Каков бы ни был оттенок спора для убеждения, спор этот всегда отличается от чистого спора первого типа. Прежде всего, разумный человек принимается спорить здесь лишь тогда, когда тезис таков, что в нем _можно убедить_ противника. Иначе - не стоит и время тратить. Тут интересен для убеждающего не тезис, а противник, примет ли он этот тезис или нет. Противник сильный обыкновенно вовсе не желателен, это нас раздражает как лишняя помеха. Приемы в этом типе спора тоже часто нельзя назвать чистыми. Даже в более высоких оттенках такого спора, когда дело идет о том, чтобы убедить человека в истинности того, что мы считаем истиной, далеко не всегда соблюдается чистота приемов. Когда противник не желает "убеждаться", не всякий подумает: "не убеждаешься в истине - ну, значит, Бог с тобой. Сам себе вредишь" или "значит, нечего с тобою и разговаривать". Иные не так легко примиряются с неудачей; другие - слишком любят ближнего своего, чтобы лишить его истины, и поэтому не прочь пустить в ход, во славу истины, некоторые уловки. Hапр., почему не подмалевать какого-нибудь факта, не придать ему несколько подробностей, которые судьба забыла ему придать? Почему не смягчить или не усилить Окраски? И так ли уж вредны маленькие софизмы, если цель хорошая и большая? Подобные любители ближнего и истины рассуждают так: "Вот человек хороший, который не хочет принять истины и барахтается, когда я хочу навязать ему ее. Как оставить бедного в заблуждении? Возьму-ка я себе греха на душу и т. д

7. Еще ниже часто стоит спор, когда цель его не исследование, не убеждение, а просто *победа*.

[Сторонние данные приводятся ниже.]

"""Progress: nothing before a second, nothing where nobody looks, nothing left behind."""

from __future__ import annotations

import sys
from io import StringIO
from types import SimpleNamespace
from typing import Any

import pytest

from symnet.exact.roots import roots
from symnet.exact.trees import Piece, build
from symnet.progress import Progress

WIPE = "\r\x1b[K"


class Terminal(StringIO):
    """A stream that says that a person reads it."""

    def isatty(self) -> bool:
        return True


class Clock:
    """A clock that stands still until it is set."""

    def __init__(self) -> None:
        self.now = 100.0

    def __call__(self) -> float:
        return self.now


def test_nothing_is_written_before_a_second_and_nothing_is_wiped_then() -> None:
    clock, terminal = Clock(), Terminal()
    with Progress("roots", "roots", 9, clock=clock, stream=terminal) as at:
        for k in range(9):
            clock.now += 0.1
            at(k)
    assert not terminal.getvalue()


def test_after_a_second_a_line_at_most_four_times_a_second() -> None:
    clock, terminal = Clock(), Terminal()
    with Progress("terms", "terms", clock=clock, stream=terminal) as at:
        for k in range(1, 301):
            clock.now = 100 + k / 100
            at(k)
    *lines, wiped = terminal.getvalue().split(WIPE)[1:]
    assert lines[0] == "terms: 100 terms, 1 s (Ctrl-C stops it)"
    assert 8 <= len(lines) <= 9
    assert not wiped


def test_an_interrupt_wipes_the_line() -> None:
    clock, terminal = Clock(), Terminal()

    def work() -> None:
        with Progress("diagram", "parts", 7, clock=clock, stream=terminal) as at:
            clock.now += 5
            at(3)
            raise KeyboardInterrupt

    with pytest.raises(KeyboardInterrupt):
        work()
    assert terminal.getvalue() == f"{WIPE}diagram: 3 of 7 parts, 5 s (Ctrl-C stops it){WIPE}"


def test_a_file_or_a_pipe_gets_nothing() -> None:
    clock, pipe = Clock(), StringIO()
    with Progress("diagram", "parts", 7, clock=clock, stream=pipe) as at:
        clock.now += 5
        at(3)
    assert not pipe.getvalue()


def test_a_process_without_stderr_gets_nothing(monkeypatch: pytest.MonkeyPatch) -> None:
    monkeypatch.setattr(sys, "stderr", None)
    clock = Clock()
    with Progress("diagram", "parts", 7, clock=clock) as at:
        clock.now += 5
        at(3)


def test_a_notebook_gets_one_place_that_is_empty_in_the_end(monkeypatch: pytest.MonkeyPatch) -> None:
    shown: list[Any] = []
    display = SimpleNamespace(
        DisplayHandle=lambda: SimpleNamespace(
            display=lambda data, raw: shown.append(("new", data["text/plain"], raw)),
            update=lambda data, raw: shown.append(("again", data["text/plain"], raw)),
        )
    )
    shell = SimpleNamespace(get_ipython=lambda: SimpleNamespace(kernel=object()), display=display)
    monkeypatch.setitem(sys.modules, "IPython", shell)
    monkeypatch.setitem(sys.modules, "IPython.display", display)
    monkeypatch.setattr(sys, "stderr", StringIO())
    clock = Clock()
    with Progress("diagram", "parts", 7, clock=clock) as at:
        for k in (3, 4):
            clock.now += 5
            at(k)
    assert [(how, text.partition(",")[0]) for how, text, _ in shown] == [
        ("new", "diagram: 3 of 7 parts"),
        ("again", "diagram: 4 of 7 parts"),
        ("again", ""),
    ]


def test_roots_of_high_order_tell_how_far_they_are(monkeypatch: pytest.MonkeyPatch) -> None:
    """Every look at the clock is a second later than the one before, so that the line is shown at once."""
    clock, terminal = Clock(), Terminal()

    def later() -> float:
        clock.now += 1
        return clock.now

    monkeypatch.setattr(sys, "stderr", terminal)
    monkeypatch.setattr("symnet.progress.time", SimpleNamespace(monotonic=later))
    p = [1]
    for k in range(1, 31):  # (s + 1)(s + 2)...(s + 30), which doubles cannot tell apart
        p = [k * a + b for a, b in zip([*p, 0], [0, *p], strict=True)]
    assert len(roots(p)) == 30
    assert " of 30 roots apart" in terminal.getvalue()
    assert terminal.getvalue().endswith(WIPE)


def test_a_diagram_tells_how_many_parts_are_decided(monkeypatch: pytest.MonkeyPatch) -> None:
    clock, terminal = Clock(), Terminal()

    def later() -> float:
        clock.now += 1
        return clock.now

    monkeypatch.setattr(sys, "stderr", terminal)
    monkeypatch.setattr("symnet.progress.time", SimpleNamespace(monotonic=later))
    assert not build(3, [Piece(a, b, a, b) for a, b in ((0, 1), (1, 2), (2, None), (0, 2))]).is_zero
    assert "building the diagram: 3 of 4 parts decided" in terminal.getvalue()
    assert terminal.getvalue().endswith(WIPE)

Само собою разумеется, что в подобных спорах часто приемами не стесняются. А 1a guerre comme a la guerre. "Победителей не судят". Лишь бы победа была поэффектнее. Кстати, только в подобных спорах часто необходим и такой жалкий прием, как "оставить за собой последнее слово".- Кто искренний любитель словесных битв и лавров, тот иногда ищет "достойных противников", как некогда рыцари искали достойных противников на турнирах. Лавры над "мелочью" не прельщают. Спорщик помельче - предпочитает дешевую, но верную победу над слабыми противниками трудным и сомнительным победам над противниками сильными. С доводами в этом споре обычно еще менее церемонятся. Часто и разбирать тонкости не считают нужным: не все ли равно, чем хватить противника - шпагой по всем правилам или оглоблей против всяких правил, суть-то ведь одна. Что касается тезисов, то тут больше, чем где-либо различаются "благодарные" тезисы, при споре о которых можно, напр. "блеснуть диалектикой" и т.д., и "неблагодарные тезисы", требующие очень серьезного отношения и кропотливых доказательств. Верят ли спорщики в истинность тезиса или не верят, дело совершенно второстепенное.

Само собою разумеется, что споры этого типа ведутся чаще всего перед слушателями. Если случится вести подобный спор без слушателей и он пройдет для спорщика "блестяще", то иной спорщик, долго переживая воспоминание о "блестящих ходах", им сделанных в споре, будет с тоскою сожалеть, что при них не было достойного слушателя: испорчена половина удовольствия победы. Сколько искусства "пропало даром"!

8. Четвертый, не столь яркий и определенный тип спора, но встречающийся довольно часто,- *спор ради спора*. Своего рода искусство для искусства. Спорт. Есть любители играть в карты - есть любители спора, самого процесса спора. Они не стремятся определенно или сознательно к тому, чтобы непременно победить, хотя, конечно, надеются на это. Скорее их заставляет вступить в спор некоторое "влеченье, род недуга". "Зуд к спору". Они похожи на некоего Алексея Михайловича Пушкина, о котором можно прочесть в "Грибоедовской Москве" Гершензона: "с утра самого искал он кого-нибудь, чтобы поспорить, и доказывал с удивительным красноречием, что белое - черное, черное - белое".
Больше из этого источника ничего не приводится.